- Listed entries:
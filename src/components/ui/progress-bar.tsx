/** Long work shows how far it is and what it is doing. */
export function ProgressBar({ fraction, label }: { fraction: number; label: string }) {
  const pct = Math.round(Math.min(1, Math.max(0, fraction)) * 100);
  return (
    <div>
      <div className="mb-1 flex justify-between text-sm">
        <span className="text-ink-soft">{label}</span>
        {/* "0 %" says nothing: until the work reports progress only what it is doing is shown. */}
        {pct > 0 && <span className="num font-semibold">{pct} %</span>}
      </div>
      <div
        role="progressbar"
        aria-valuenow={pct}
        aria-valuemin={0}
        aria-valuemax={100}
        aria-label={label}
        className="h-2.5 overflow-hidden rounded-full bg-paper-deep"
      >
        <div className="h-full rounded-full bg-copper transition-[width] duration-500" style={{ width: `${pct}%` }} />
      </div>
    </div>
  );
}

- Task goal:
Restate all of the entries above precisely.

- Solution for this exercise:
filename src/components/ui/progress-bar.tsx
/** Long work shows how far it is and what it is doing. */
export function ProgressBar({ fraction, label }: { fraction: number; label: string }) {
  const pct = Math.round(Math.min(1, Math.max(0, fraction)) * 100);
  return (
    <div>
      <div className="mb-1 flex justify-between text-sm">
        <span className="text-ink-soft">{label}</span>
        {/* "0 %" says nothing: until the work reports progress only what it is doing is shown. */}
        {pct > 0 && <span className="num font-semibold">{pct} %</span>}
      </div>
      <div
        role="progressbar"
        aria-valuenow={pct}
        aria-valuemin={0}
        aria-valuemax={100}
        aria-label={label}
        className="h-2.5 overflow-hidden rounded-full bg-paper-deep"
      >
        <div className="h-full rounded-full bg-copper transition-[width] duration-500" style={{ width: `${pct}%` }} />
      </div>
    </div>
  );
}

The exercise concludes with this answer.